**Records shown:**
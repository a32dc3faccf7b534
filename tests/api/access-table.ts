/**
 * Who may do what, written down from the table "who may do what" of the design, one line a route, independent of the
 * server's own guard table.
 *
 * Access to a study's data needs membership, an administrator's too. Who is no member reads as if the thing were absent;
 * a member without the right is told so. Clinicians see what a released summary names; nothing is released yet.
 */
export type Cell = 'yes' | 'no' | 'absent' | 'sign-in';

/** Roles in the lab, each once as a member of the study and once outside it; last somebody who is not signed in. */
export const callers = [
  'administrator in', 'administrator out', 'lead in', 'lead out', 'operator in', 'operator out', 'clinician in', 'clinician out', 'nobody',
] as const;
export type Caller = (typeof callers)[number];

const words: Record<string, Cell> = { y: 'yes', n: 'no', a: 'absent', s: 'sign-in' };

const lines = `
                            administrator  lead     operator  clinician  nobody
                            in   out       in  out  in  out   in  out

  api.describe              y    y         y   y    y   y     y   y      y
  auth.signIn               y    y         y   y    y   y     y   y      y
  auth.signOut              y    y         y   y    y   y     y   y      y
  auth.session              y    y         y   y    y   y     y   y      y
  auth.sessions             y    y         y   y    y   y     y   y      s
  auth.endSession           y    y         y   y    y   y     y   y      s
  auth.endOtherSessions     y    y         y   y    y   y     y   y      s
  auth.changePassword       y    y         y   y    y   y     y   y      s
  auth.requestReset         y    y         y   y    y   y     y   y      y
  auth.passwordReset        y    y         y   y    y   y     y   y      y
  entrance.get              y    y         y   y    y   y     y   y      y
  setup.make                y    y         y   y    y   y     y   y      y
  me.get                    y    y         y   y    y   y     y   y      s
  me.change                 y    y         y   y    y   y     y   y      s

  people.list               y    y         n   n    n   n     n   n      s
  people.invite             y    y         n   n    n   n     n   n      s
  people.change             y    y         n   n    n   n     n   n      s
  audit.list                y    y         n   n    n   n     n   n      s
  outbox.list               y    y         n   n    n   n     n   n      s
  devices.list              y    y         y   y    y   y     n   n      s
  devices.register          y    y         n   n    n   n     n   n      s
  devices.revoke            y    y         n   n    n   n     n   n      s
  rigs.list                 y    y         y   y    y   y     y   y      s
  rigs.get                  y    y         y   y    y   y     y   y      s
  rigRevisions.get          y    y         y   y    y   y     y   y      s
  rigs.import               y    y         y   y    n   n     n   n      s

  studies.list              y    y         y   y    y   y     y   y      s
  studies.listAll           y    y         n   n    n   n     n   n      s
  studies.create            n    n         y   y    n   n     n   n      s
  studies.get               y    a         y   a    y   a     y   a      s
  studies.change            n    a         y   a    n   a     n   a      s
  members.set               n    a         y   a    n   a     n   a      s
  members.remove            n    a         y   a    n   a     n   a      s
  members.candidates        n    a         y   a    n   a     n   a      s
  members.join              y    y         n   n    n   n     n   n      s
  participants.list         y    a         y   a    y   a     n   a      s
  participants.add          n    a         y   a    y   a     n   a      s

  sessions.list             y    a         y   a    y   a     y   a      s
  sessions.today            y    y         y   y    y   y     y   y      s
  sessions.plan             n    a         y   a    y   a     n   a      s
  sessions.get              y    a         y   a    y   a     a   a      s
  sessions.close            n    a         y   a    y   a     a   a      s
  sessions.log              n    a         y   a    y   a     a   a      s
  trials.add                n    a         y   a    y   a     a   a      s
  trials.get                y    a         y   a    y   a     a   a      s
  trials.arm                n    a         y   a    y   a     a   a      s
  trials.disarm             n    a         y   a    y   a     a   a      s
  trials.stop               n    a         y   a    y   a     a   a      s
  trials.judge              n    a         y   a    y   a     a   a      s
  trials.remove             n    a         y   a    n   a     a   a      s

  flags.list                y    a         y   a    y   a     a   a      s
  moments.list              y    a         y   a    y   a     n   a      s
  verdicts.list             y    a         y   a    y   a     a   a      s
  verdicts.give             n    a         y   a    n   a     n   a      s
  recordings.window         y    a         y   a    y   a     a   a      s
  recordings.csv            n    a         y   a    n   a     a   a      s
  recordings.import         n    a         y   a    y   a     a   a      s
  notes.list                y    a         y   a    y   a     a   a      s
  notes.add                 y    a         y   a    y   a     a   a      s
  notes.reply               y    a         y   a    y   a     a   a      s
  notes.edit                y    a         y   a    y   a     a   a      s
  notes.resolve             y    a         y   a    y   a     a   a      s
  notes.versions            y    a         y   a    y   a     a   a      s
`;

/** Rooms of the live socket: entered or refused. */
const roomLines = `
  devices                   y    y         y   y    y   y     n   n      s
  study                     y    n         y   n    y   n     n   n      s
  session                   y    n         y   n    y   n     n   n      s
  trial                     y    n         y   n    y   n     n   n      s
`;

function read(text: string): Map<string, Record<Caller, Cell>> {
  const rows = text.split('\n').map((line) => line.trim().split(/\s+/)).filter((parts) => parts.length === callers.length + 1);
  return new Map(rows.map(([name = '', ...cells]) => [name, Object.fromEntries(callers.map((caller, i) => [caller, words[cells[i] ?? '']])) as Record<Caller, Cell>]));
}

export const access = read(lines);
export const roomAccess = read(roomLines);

**Work instruction:** Repeat each of the records exactly as written.

**Exercise solution:**
repository a32dc3faccf7b534
filename tests/api/access-table.ts
/**
 * Who may do what, written down from the table "who may do what" of the design, one line a route, independent of the
 * server's own guard table.
 *
 * Access to a study's data needs membership, an administrator's too. Who is no member reads as if the thing were absent;
 * a member without the right is told so. Clinicians see what a released summary names; nothing is released yet.
 */
export type Cell = 'yes' | 'no' | 'absent' | 'sign-in';

/** Roles in the lab, each once as a member of the study and once outside it; last somebody who is not signed in. */
export const callers = [
  'administrator in', 'administrator out', 'lead in', 'lead out', 'operator in', 'operator out', 'clinician in', 'clinician out', 'nobody',
] as const;
export type Caller = (typeof callers)[number];

const words: Record<string, Cell> = { y: 'yes', n: 'no', a: 'absent', s: 'sign-in' };

const lines = `
                            administrator  lead     operator  clinician  nobody
                            in   out       in  out  in  out   in  out

  api.describe              y    y         y   y    y   y     y   y      y
  auth.signIn               y    y         y   y    y   y     y   y      y
  auth.signOut              y    y         y   y    y   y     y   y      y
  auth.session              y    y         y   y    y   y     y   y      y
  auth.sessions             y    y         y   y    y   y     y   y      s
  auth.endSession           y    y         y   y    y   y     y   y      s
  auth.endOtherSessions     y    y         y   y    y   y     y   y      s
  auth.changePassword       y    y         y   y    y   y     y   y      s
  auth.requestReset         y    y         y   y    y   y     y   y      y
  auth.passwordReset        y    y         y   y    y   y     y   y      y
  entrance.get              y    y         y   y    y   y     y   y      y
  setup.make                y    y         y   y    y   y     y   y      y
  me.get                    y    y         y   y    y   y     y   y      s
  me.change                 y    y         y   y    y   y     y   y      s

  people.list               y    y         n   n    n   n     n   n      s
  people.invite             y    y         n   n    n   n     n   n      s
  people.change             y    y         n   n    n   n     n   n      s
  audit.list                y    y         n   n    n   n     n   n      s
  outbox.list               y    y         n   n    n   n     n   n      s
  devices.list              y    y         y   y    y   y     n   n      s
  devices.register          y    y         n   n    n   n     n   n      s
  devices.revoke            y    y         n   n    n   n     n   n      s
  rigs.list                 y    y         y   y    y   y     y   y      s
  rigs.get                  y    y         y   y    y   y     y   y      s
  rigRevisions.get          y    y         y   y    y   y     y   y      s
  rigs.import               y    y         y   y    n   n     n   n      s

  studies.list              y    y         y   y    y   y     y   y      s
  studies.listAll           y    y         n   n    n   n     n   n      s
  studies.create            n    n         y   y    n   n     n   n      s
  studies.get               y    a         y   a    y   a     y   a      s
  studies.change            n    a         y   a    n   a     n   a      s
  members.set               n    a         y   a    n   a     n   a      s
  members.remove            n    a         y   a    n   a     n   a      s
  members.candidates        n    a         y   a    n   a     n   a      s
  members.join              y    y         n   n    n   n     n   n      s
  participants.list         y    a         y   a    y   a     n   a      s
  participants.add          n    a         y   a    y   a     n   a      s

  sessions.list             y    a         y   a    y   a     y   a      s
  sessions.today            y    y         y   y    y   y     y   y      s
  sessions.plan             n    a         y   a    y   a     n   a      s
  sessions.get              y    a         y   a    y   a     a   a      s
  sessions.close            n    a         y   a    y   a     a   a      s
  sessions.log              n    a         y   a    y   a     a   a      s
  trials.add                n    a         y   a    y   a     a   a      s
  trials.get                y    a         y   a    y   a     a   a      s
  trials.arm                n    a         y   a    y   a     a   a      s
  trials.disarm             n    a         y   a    y   a     a   a      s
  trials.stop               n    a         y   a    y   a     a   a      s
  trials.judge              n    a         y   a    y   a     a   a      s
  trials.remove             n    a         y   a    n   a     a   a      s

  flags.list                y    a         y   a    y   a     a   a      s
  moments.list              y    a         y   a    y   a     n   a      s
  verdicts.list             y    a         y   a    y   a     a   a      s
  verdicts.give             n    a         y   a    n   a     n   a      s
  recordings.window         y    a         y   a    y   a     a   a      s
  recordings.csv            n    a         y   a    n   a     a   a      s
  recordings.import         n    a         y   a    y   a     a   a      s
  notes.list                y    a         y   a    y   a     a   a      s
  notes.add                 y    a         y   a    y   a     a   a      s
  notes.reply               y    a         y   a    y   a     a   a      s
  notes.edit                y    a         y   a    y   a     a   a      s
  notes.resolve             y    a         y   a    y   a     a   a      s
  notes.versions            y    a         y   a    y   a     a   a      s
`;

/** Rooms of the live socket: entered or refused. */
const roomLines = `
  devices                   y    y         y   y    y   y     n   n      s
  study                     y    n         y   n    y   n     n   n      s
  session                   y    n         y   n    y   n     n   n      s
  trial                     y    n         y   n    y   n     n   n      s
`;

function read(text: string): Map<string, Record<Caller, Cell>> {
  const rows = text.split('\n').map((line) => line.trim().split(/\s+/)).filter((parts) => parts.length === callers.length + 1);
  return new Map(rows.map(([name = '', ...cells]) => [name, Object.fromEntries(callers.map((caller, i) => [caller, words[cells[i] ?? '']])) as Record<Caller, Cell>]));
}

export const access = read(lines);
export const roomAccess = read(roomLines);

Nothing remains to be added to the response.